= Beginning of Section =

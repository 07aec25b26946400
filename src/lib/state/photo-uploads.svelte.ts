/*
 * Uploads in the browser: one XMLHttpRequest per file, because only XHR reports upload
 * progress (fetch does not). Each upload goes through: uploading (bytes sent / total) →
 * processing (all bytes sent; the server checks the file, then, for a guide photo, answers
 * at once and makes the sizes in the background: its status URL is polled for the files
 * made so far) → done, or failed with the server's message, or cancelled. Cancel during
 * processing deletes the photo on the server. Failed and cancelled uploads can be retried.
 * The form fields sent with a file (alt text, caption) are taken when it is added, so a
 * file waiting its turn, or retried, keeps its own even after the form has moved on.
 */
export type UploadPhase = 'waiting' | 'uploading' | 'processing' | 'done' | 'failed' | 'cancelled';

/** A phase in words, as the upload row shows it. */
export const PHASE_WORDS: Record<UploadPhase, string> = {
	waiting: 'Waiting',
	uploading: 'Uploading',
	processing: 'Processing',
	done: 'Done',
	failed: 'Failed',
	cancelled: 'Cancelled'
};

export interface UploadEntry {
	id: number;
	file: File;
	phase: UploadPhase;
	/** 0–1 of the bytes sent. */
	sent: number;
	message: string | null;
	/** 0–1 of the files the server has made (null until it reports any). */
	processed: number | null;
	/** The same as counts, for the words beside the bar. */
	sizes: { done: number; total: number } | null;
	/** The photo's status URL while the server holds a row for this upload. */
	statusUrl: string | null;
	/** Sent with the file: the form's fields when it was added. */
	fields: Record<string, string>;
}

interface UploadStatus {
	id: number;
	state: 'processing' | 'ready' | 'failed';
	progress: { done: number; total: number };
	message: string | null;
	statusUrl: string;
	photo: UploadedPhoto | null;
}

/** Time between two status polls while the server processes a photo. */
const POLL_MS = 700;

export interface UploadedPhoto {
	id: number;
	[key: string]: unknown;
}

let nextId = 1;

export class PhotoUploads {
	entries = $state<UploadEntry[]>([]);
	#requests = new Map<number, XMLHttpRequest>();
	#polls = new Map<number, ReturnType<typeof setTimeout>>();
	#url: string;
	#fields: () => Record<string, string>;
	#onDone: (photo: UploadedPhoto, entry: UploadEntry) => void;
	/** At most this many uploads at once; the rest wait their turn. */
	#parallel = 2;

	constructor(
		url: string,
		/** Told of each photo once it is ready, with its entry (ids grow in the order files were picked). */
		onDone: (photo: UploadedPhoto, entry: UploadEntry) => void,
		fields: () => Record<string, string> = () => ({})
	) {
		this.#url = url;
		this.#onDone = onDone;
		this.#fields = fields;
	}

	add(files: FileList | File[]) {
		for (const file of Array.from(files)) {
			this.entries.push({
				id: nextId++,
				file,
				phase: 'waiting',
				sent: 0,
				message: null,
				processed: null,
				sizes: null,
				statusUrl: null,
				fields: this.#fields()
			});
		}
		this.#pump();
	}

	cancel(id: number) {
		this.#requests.get(id)?.abort();
		this.#stopPolling(id);
		this.#set(id, { phase: 'cancelled', message: 'Cancelled.' });
		void this.#forget(id);
		this.#pump();
	}

	async retry(id: number) {
		await this.#forget(id);
		this.#set(id, { phase: 'waiting', sent: 0, message: null, processed: null });
		this.#pump();
	}

	dismiss(id: number) {
		void this.#forget(id);
		this.entries = this.entries.filter((e) => e.id !== id);
	}

	/** Deletes the server's row of a cancelled or failed upload (its files go with it). */
	async #forget(id: number) {
		const entry = this.entries.find((e) => e.id === id);
		const url = entry?.statusUrl;
		if (!entry || !url || entry.phase === 'done') return;
		entry.statusUrl = null;
		// The API takes JSON bodies only, DELETE included.
		await fetch(url, {
			method: 'DELETE',
			headers: { 'content-type': 'application/json', accept: 'application/json' },
			body: '{}'
		}).catch(() => undefined);
	}

	#stopPolling(id: number) {
		clearTimeout(this.#polls.get(id));
		this.#polls.delete(id);
	}

	/** Follows a photo the server is processing until it is ready or failed. */
	#follow(id: number, status: UploadStatus) {
		const entry = this.entries.find((e) => e.id === id);
		if (!entry || entry.phase !== 'processing') return;
		const { done, total } = status.progress;
		if (status.state === 'ready' && status.photo) {
			this.#set(id, { phase: 'done', processed: 1, statusUrl: null, message: null });
			this.#onDone(status.photo, entry);
			this.#pump();
			return;
		}
		if (status.state === 'failed') {
			this.#set(id, {
				phase: 'failed',
				message: status.message ?? 'The photo could not be processed.'
			});
			this.#pump();
			return;
		}
		this.#set(id, {
			processed: total > 0 ? done / total : 0,
			sizes: { done, total },
			statusUrl: status.statusUrl
		});
		this.#polls.set(
			id,
			setTimeout(async () => {
				this.#polls.delete(id);
				try {
					const answer = await fetch(status.statusUrl, { headers: { accept: 'application/json' } });
					if (answer.status === 404) {
						this.#set(id, { phase: 'failed', statusUrl: null, message: 'The photo was removed.' });
						return;
					}
					if (answer.ok) return this.#follow(id, (await answer.json()) as UploadStatus);
				} catch {
					// A dropped poll is tried again below.
				}
				this.#follow(id, status);
			}, POLL_MS)
		);
	}

	get busy(): boolean {
		return this.entries.some((e) => ['waiting', 'uploading', 'processing'].includes(e.phase));
	}

	#set(id: number, patch: Partial<UploadEntry>) {
		const entry = this.entries.find((e) => e.id === id);
		if (entry) Object.assign(entry, patch);
	}

	#pump() {
		// Only bytes on the wire count: photos the server is processing in the background
		// wait in its queue, not here.
		const active = this.entries.filter(
			(e) => e.phase === 'uploading' || (e.phase === 'processing' && e.statusUrl === null)
		);
		const next = this.entries.filter((e) => e.phase === 'waiting');
		for (const entry of next.slice(0, Math.max(0, this.#parallel - active.length)))
			this.#send(entry);
	}

	#send(entry: UploadEntry) {
		const id = entry.id;
		const request = new XMLHttpRequest();
		this.#requests.set(id, request);
		const body = new FormData();
		body.append('file', entry.file);
		for (const [name, value] of Object.entries(entry.fields)) body.append(name, value);
		request.open('POST', this.#url);
		request.responseType = 'json';
		request.setRequestHeader('accept', 'application/json');
		request.upload.onprogress = (e) => {
			if (e.lengthComputable) this.#set(id, { sent: e.loaded / e.total });
		};
		request.upload.onload = () => this.#set(id, { sent: 1, phase: 'processing' });
		request.onload = () => {
			this.#requests.delete(id);
			const answer = request.response as
				({ message?: string; id?: number } & Partial<UploadStatus>) | null;
			if (request.status === 201 && answer?.id && answer.state && answer.statusUrl) {
				// A guide photo: accepted, its sizes are made in the background.
				this.#set(id, {
					phase: 'processing',
					sent: 1,
					processed: 0,
					statusUrl: answer.statusUrl
				});
				this.#follow(id, answer as UploadStatus);
			} else if (request.status === 201 && answer?.id) {
				this.#set(id, { phase: 'done', sent: 1, message: null });
				this.#onDone(answer as UploadedPhoto, entry);
			} else {
				const retry = request.getResponseHeader('retry-after');
				this.#set(id, {
					phase: 'failed',
					message:
						(answer?.message ?? `The upload failed (${request.status}).`) +
						(retry ? ` Try again in ${retry} s.` : '')
				});
			}
			this.#pump();
		};
		request.onerror = () => {
			this.#requests.delete(id);
			this.#set(id, {
				phase: 'failed',
				message: 'The connection broke off; retry when you are online.'
			});
			this.#pump();
		};
		this.#set(id, { phase: 'uploading', sent: 0, message: null, processed: null, statusUrl: null });
		request.send(body);
	}
}
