/*
 * Helpers of the editor components' forms. The shapes they show are in $lib/views.
 */

/** Field name → messages, as the actions return them (`spec.<path>` for spec fields). */
export type { Issues } from '$lib/schemas/issues';

/** Messages for one field, and the ids that tie them to their control. */
export function describedBy(
	id: string,
	issues: string[] | undefined,
	hintId?: string
): string | undefined {
	return (
		[hintId, issues?.length ? `${id}-issues` : undefined].filter(Boolean).join(' ') || undefined
	);
}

= End of Section =

AIM OF THE EXERCISE:
Copy out, from the data above, each line where the string "UploadPhase" is present.

TASK OUTPUT:
export type UploadPhase = 'waiting' | 'uploading' | 'processing' | 'done' | 'failed' | 'cancelled';
export const PHASE_WORDS: Record<UploadPhase, string> = {
	phase: UploadPhase;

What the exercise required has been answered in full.